**Exercise details**
The answer must consist of each line below that contains the word "type", copied in full.

[Opening Available data section]

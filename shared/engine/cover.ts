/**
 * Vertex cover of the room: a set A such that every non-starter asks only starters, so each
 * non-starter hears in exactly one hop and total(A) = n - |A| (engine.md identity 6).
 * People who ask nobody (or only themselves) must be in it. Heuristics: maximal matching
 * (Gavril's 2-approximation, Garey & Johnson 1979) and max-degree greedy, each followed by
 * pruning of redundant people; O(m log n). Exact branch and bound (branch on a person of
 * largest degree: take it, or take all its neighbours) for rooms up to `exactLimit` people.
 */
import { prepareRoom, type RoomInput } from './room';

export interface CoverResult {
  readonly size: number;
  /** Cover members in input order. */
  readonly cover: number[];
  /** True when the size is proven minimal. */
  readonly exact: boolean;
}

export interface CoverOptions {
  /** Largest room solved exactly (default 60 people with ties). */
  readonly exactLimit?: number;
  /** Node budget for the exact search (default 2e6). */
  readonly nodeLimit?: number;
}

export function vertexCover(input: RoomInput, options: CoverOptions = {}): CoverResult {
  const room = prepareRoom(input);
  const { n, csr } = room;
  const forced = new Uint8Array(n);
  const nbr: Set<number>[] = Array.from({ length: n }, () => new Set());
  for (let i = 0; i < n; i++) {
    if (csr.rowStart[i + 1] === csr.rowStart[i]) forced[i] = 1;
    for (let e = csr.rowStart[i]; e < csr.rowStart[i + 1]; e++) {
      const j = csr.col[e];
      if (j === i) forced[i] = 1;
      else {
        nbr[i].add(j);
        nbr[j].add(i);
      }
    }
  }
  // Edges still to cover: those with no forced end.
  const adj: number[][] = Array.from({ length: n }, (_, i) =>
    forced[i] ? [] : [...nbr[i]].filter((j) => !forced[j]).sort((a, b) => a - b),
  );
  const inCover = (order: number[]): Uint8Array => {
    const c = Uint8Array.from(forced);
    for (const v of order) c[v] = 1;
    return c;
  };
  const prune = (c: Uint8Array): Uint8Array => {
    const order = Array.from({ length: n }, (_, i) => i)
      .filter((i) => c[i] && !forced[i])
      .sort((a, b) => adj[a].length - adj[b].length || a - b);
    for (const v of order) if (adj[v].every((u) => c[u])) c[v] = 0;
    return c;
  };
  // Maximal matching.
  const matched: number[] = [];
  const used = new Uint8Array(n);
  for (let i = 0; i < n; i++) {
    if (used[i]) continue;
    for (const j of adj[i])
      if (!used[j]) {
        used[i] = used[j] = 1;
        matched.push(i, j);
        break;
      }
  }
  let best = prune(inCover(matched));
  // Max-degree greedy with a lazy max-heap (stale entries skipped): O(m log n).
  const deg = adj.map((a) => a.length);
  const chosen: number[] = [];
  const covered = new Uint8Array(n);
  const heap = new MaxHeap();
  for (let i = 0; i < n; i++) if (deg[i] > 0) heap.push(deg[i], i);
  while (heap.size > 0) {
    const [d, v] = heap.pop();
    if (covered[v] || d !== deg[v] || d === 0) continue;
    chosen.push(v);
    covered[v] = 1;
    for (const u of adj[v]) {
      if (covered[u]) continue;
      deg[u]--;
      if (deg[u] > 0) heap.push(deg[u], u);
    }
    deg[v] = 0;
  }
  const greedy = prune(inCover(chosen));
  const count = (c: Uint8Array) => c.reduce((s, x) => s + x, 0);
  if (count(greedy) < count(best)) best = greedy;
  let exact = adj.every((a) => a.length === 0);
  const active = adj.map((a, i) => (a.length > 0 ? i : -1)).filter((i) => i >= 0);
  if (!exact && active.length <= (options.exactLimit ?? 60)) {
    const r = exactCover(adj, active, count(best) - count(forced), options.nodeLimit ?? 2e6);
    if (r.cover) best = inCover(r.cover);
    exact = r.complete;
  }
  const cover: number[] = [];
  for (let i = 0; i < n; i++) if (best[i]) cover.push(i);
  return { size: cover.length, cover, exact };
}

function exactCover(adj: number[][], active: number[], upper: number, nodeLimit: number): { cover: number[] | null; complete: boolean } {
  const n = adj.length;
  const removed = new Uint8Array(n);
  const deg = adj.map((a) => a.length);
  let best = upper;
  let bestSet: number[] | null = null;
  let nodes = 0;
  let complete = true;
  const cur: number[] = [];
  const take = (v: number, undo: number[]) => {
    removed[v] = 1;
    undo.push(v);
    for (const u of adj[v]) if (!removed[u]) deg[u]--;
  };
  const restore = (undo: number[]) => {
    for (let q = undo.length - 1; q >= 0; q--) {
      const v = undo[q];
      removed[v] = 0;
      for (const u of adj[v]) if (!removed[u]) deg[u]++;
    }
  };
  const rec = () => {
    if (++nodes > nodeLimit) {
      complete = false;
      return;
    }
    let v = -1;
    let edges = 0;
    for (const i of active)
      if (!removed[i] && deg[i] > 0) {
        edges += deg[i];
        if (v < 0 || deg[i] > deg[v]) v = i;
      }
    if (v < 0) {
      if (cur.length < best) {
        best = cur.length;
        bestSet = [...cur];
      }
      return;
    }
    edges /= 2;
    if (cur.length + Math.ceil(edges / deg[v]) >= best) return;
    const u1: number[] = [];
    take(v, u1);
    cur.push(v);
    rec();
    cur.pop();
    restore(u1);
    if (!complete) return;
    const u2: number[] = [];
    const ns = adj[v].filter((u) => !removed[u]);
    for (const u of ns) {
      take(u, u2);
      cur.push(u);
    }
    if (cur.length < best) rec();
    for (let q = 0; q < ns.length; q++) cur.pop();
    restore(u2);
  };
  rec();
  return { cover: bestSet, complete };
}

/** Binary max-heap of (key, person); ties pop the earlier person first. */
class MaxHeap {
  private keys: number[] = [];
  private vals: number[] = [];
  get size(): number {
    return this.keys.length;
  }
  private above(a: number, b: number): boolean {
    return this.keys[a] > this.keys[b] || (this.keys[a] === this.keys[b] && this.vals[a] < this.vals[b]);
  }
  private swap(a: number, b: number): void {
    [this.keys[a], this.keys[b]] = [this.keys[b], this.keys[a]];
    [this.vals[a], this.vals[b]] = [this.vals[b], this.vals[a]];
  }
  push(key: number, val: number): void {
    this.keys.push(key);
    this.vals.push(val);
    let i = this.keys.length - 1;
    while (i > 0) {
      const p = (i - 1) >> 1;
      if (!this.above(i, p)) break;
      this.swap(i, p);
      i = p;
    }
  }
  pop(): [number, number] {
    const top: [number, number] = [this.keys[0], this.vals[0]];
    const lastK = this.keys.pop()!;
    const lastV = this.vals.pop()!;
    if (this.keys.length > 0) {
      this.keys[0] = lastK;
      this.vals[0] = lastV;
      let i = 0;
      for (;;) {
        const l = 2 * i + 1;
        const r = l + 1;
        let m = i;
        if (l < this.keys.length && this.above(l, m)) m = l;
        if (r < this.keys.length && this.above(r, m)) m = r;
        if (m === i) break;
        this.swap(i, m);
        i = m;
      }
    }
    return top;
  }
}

[Closing Available data section]
[Opening Available data section]

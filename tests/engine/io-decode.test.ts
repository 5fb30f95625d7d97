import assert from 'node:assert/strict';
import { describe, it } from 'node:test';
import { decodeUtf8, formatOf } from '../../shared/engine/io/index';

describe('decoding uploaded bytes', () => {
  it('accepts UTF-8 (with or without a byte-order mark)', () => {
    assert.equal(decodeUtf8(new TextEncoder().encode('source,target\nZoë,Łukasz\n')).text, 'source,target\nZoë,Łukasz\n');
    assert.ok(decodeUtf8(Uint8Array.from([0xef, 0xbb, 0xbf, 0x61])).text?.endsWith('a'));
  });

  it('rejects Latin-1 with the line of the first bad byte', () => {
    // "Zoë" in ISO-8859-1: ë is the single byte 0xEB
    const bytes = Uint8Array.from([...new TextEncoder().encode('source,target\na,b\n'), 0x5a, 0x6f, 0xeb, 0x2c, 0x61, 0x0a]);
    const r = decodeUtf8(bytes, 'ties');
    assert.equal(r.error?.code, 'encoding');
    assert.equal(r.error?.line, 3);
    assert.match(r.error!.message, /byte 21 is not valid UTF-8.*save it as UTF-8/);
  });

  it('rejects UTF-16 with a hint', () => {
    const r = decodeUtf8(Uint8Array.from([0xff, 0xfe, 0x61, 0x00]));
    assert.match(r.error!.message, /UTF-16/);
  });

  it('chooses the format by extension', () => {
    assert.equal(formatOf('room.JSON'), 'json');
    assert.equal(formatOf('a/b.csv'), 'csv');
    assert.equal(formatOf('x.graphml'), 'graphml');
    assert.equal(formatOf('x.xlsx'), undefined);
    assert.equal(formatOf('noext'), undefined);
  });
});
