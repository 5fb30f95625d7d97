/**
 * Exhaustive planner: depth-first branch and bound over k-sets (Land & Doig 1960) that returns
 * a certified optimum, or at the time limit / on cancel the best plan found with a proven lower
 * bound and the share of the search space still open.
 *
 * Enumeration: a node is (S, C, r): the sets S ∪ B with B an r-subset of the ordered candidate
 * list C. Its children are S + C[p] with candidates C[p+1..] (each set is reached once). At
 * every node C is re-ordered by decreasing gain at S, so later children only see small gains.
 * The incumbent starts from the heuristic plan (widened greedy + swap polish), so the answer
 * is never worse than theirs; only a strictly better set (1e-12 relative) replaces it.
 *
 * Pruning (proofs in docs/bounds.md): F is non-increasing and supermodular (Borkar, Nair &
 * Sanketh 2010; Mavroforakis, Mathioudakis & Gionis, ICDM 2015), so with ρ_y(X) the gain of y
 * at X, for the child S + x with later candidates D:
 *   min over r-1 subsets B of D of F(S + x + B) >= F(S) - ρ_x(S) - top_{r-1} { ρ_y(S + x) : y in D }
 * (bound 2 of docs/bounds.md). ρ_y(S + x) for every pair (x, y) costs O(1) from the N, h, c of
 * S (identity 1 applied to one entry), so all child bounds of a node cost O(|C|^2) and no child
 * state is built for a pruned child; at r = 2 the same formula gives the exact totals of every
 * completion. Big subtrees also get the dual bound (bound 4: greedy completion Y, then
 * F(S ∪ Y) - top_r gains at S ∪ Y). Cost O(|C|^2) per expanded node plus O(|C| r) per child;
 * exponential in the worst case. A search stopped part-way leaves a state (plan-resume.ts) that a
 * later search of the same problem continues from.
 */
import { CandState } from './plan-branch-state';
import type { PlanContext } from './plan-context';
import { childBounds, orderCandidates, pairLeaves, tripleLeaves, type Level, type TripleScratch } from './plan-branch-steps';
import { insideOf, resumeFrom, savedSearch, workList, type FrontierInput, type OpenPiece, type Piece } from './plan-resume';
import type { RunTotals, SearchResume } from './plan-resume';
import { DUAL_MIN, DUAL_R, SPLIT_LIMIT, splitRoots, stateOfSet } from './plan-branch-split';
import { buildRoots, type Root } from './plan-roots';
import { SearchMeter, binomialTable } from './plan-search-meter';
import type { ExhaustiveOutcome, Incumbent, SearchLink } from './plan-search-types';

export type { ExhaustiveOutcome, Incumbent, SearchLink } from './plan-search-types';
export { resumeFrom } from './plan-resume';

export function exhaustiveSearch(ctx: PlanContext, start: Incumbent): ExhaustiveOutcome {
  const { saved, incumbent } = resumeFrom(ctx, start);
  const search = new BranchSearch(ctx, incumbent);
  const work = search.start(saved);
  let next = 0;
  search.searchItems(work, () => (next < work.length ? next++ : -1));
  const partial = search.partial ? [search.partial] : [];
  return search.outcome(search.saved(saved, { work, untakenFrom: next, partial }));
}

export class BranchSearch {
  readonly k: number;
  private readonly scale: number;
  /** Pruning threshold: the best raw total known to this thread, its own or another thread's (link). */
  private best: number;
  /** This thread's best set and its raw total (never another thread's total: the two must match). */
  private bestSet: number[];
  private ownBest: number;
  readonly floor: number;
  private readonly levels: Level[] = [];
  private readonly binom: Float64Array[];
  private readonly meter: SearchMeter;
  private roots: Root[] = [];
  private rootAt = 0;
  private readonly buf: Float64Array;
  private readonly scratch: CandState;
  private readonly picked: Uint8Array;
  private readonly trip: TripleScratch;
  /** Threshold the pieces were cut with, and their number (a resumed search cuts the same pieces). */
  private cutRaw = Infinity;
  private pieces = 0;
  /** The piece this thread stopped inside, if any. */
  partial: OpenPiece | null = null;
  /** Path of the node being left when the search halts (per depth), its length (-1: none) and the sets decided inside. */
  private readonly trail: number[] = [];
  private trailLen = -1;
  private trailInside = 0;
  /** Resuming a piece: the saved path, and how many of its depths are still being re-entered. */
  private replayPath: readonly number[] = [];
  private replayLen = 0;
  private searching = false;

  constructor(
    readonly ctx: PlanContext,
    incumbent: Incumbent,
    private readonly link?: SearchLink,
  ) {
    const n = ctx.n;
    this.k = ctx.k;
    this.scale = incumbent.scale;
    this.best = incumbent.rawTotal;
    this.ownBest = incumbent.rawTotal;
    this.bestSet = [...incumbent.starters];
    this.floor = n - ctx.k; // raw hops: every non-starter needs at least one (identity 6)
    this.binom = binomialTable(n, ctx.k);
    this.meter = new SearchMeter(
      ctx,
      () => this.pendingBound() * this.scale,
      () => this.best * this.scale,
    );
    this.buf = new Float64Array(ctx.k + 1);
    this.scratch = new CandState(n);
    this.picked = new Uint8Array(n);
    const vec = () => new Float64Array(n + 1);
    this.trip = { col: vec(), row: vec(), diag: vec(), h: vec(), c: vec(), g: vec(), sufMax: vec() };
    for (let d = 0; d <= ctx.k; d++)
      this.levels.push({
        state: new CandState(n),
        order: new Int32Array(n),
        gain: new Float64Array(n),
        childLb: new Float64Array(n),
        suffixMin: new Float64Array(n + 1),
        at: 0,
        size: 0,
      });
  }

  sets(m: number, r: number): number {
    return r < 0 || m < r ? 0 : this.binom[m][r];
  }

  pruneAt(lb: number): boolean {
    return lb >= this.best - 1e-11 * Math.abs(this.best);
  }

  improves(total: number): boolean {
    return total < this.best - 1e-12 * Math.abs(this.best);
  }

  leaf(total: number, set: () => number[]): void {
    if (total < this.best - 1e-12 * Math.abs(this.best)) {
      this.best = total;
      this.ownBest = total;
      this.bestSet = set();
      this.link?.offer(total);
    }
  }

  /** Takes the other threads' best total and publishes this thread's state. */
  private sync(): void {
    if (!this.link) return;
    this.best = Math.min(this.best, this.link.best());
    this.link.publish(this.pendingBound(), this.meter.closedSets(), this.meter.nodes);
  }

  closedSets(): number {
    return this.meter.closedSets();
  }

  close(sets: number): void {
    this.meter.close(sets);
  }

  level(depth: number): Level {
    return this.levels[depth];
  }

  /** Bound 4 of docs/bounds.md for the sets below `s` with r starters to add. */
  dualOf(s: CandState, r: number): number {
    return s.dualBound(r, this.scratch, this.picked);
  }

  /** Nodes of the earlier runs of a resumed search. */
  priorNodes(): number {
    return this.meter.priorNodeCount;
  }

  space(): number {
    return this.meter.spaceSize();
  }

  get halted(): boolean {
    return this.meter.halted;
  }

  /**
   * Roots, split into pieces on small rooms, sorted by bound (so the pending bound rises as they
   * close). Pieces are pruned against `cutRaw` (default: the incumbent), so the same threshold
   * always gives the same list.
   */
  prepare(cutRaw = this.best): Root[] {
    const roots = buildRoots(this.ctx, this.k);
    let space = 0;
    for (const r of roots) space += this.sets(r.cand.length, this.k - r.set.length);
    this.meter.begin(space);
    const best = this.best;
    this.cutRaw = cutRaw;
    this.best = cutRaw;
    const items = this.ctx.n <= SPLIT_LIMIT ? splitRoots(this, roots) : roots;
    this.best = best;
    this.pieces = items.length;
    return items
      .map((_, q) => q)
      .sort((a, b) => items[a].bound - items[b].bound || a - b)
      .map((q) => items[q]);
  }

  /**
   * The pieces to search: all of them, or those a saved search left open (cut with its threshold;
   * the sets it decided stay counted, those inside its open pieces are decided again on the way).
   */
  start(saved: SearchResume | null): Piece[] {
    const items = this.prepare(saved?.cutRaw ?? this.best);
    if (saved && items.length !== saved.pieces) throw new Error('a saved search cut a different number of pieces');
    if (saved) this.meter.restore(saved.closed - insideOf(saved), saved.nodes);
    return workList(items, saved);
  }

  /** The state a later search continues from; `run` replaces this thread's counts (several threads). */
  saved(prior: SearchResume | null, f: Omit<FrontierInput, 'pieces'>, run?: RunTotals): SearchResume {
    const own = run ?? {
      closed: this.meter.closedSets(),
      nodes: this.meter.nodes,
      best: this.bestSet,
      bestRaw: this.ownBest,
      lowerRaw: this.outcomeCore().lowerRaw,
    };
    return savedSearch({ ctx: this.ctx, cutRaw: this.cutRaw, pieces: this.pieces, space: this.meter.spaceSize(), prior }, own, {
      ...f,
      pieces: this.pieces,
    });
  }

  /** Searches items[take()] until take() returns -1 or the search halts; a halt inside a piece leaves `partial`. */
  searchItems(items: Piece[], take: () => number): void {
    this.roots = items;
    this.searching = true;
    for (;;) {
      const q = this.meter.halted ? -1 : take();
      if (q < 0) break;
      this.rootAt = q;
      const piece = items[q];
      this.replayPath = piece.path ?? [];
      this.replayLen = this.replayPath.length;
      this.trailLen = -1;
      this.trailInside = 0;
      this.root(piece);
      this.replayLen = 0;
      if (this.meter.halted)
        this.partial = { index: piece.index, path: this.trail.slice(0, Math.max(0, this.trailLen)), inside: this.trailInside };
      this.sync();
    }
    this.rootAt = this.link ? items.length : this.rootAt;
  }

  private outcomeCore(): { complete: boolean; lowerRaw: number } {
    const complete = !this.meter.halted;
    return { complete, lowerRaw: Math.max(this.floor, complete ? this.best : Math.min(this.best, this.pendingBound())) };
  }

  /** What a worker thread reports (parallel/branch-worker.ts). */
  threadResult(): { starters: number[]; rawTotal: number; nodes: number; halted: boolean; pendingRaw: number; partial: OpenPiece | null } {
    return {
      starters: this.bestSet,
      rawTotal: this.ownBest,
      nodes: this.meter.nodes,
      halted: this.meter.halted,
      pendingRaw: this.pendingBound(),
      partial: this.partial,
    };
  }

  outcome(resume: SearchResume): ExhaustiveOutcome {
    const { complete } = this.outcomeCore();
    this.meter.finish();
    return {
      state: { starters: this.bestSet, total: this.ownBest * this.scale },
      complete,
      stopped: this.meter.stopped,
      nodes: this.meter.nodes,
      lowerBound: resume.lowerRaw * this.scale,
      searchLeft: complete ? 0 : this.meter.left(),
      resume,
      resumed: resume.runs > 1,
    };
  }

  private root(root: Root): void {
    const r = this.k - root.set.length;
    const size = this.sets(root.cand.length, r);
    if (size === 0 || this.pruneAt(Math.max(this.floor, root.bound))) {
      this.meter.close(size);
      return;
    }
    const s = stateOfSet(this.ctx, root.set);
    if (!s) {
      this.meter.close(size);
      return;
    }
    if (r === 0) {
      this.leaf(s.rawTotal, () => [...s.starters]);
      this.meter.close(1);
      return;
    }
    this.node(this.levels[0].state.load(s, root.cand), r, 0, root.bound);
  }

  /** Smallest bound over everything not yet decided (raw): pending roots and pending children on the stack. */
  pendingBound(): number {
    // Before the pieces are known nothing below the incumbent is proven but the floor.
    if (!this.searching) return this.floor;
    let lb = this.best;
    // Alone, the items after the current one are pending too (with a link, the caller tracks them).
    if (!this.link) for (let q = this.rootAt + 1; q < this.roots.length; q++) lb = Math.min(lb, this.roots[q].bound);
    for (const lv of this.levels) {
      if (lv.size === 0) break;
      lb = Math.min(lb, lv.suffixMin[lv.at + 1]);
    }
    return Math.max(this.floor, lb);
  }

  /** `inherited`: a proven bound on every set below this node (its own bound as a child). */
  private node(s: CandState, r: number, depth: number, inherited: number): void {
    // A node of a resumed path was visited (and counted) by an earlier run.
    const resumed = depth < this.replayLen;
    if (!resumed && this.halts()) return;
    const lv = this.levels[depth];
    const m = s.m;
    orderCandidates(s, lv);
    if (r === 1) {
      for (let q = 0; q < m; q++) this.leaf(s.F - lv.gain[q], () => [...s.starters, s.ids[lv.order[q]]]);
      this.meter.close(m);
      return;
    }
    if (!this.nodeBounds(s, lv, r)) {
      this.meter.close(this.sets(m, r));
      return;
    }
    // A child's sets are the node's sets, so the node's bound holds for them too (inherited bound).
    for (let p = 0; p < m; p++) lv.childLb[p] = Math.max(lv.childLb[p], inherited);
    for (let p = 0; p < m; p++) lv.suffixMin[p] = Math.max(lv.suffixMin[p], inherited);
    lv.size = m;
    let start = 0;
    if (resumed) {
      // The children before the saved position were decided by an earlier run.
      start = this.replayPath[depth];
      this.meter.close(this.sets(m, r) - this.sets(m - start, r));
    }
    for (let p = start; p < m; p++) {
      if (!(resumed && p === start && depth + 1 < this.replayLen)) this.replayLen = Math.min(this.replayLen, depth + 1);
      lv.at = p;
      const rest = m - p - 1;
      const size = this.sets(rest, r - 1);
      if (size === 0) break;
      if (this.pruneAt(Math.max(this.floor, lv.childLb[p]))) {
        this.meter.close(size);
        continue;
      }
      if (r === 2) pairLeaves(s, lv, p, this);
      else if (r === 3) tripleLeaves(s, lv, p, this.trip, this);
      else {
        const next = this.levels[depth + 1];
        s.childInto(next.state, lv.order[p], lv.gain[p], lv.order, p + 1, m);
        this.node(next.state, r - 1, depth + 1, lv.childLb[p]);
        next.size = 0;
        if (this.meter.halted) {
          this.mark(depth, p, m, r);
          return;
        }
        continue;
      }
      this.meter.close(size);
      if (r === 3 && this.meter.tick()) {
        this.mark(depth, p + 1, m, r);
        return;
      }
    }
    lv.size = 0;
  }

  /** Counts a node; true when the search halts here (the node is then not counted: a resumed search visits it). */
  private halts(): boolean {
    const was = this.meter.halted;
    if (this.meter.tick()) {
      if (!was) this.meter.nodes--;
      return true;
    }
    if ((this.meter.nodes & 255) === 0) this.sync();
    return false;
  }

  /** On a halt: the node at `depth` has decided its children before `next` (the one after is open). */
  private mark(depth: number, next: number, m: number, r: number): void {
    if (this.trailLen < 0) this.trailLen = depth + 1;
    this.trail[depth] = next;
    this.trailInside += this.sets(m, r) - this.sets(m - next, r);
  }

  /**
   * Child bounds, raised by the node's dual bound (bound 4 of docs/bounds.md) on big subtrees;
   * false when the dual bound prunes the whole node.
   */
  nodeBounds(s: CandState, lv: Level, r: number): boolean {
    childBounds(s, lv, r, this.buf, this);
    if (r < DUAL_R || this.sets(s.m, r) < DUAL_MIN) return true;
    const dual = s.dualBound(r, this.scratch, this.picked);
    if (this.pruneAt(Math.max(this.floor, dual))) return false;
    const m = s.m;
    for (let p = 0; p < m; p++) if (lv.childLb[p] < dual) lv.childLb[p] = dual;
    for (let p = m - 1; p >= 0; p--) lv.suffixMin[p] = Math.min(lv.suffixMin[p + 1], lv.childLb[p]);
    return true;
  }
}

[Closing Available data section]

**Task output**
import { prepareRoom, type RoomInput } from './room';
import type { PlanContext } from './plan-context';
import { childBounds, orderCandidates, pairLeaves, tripleLeaves, type Level, type TripleScratch } from './plan-branch-steps';
import { insideOf, resumeFrom, savedSearch, workList, type FrontierInput, type OpenPiece, type Piece } from './plan-resume';
import type { RunTotals, SearchResume } from './plan-resume';
import { buildRoots, type Root } from './plan-roots';
import type { ExhaustiveOutcome, Incumbent, SearchLink } from './plan-search-types';
export type { ExhaustiveOutcome, Incumbent, SearchLink } from './plan-search-types';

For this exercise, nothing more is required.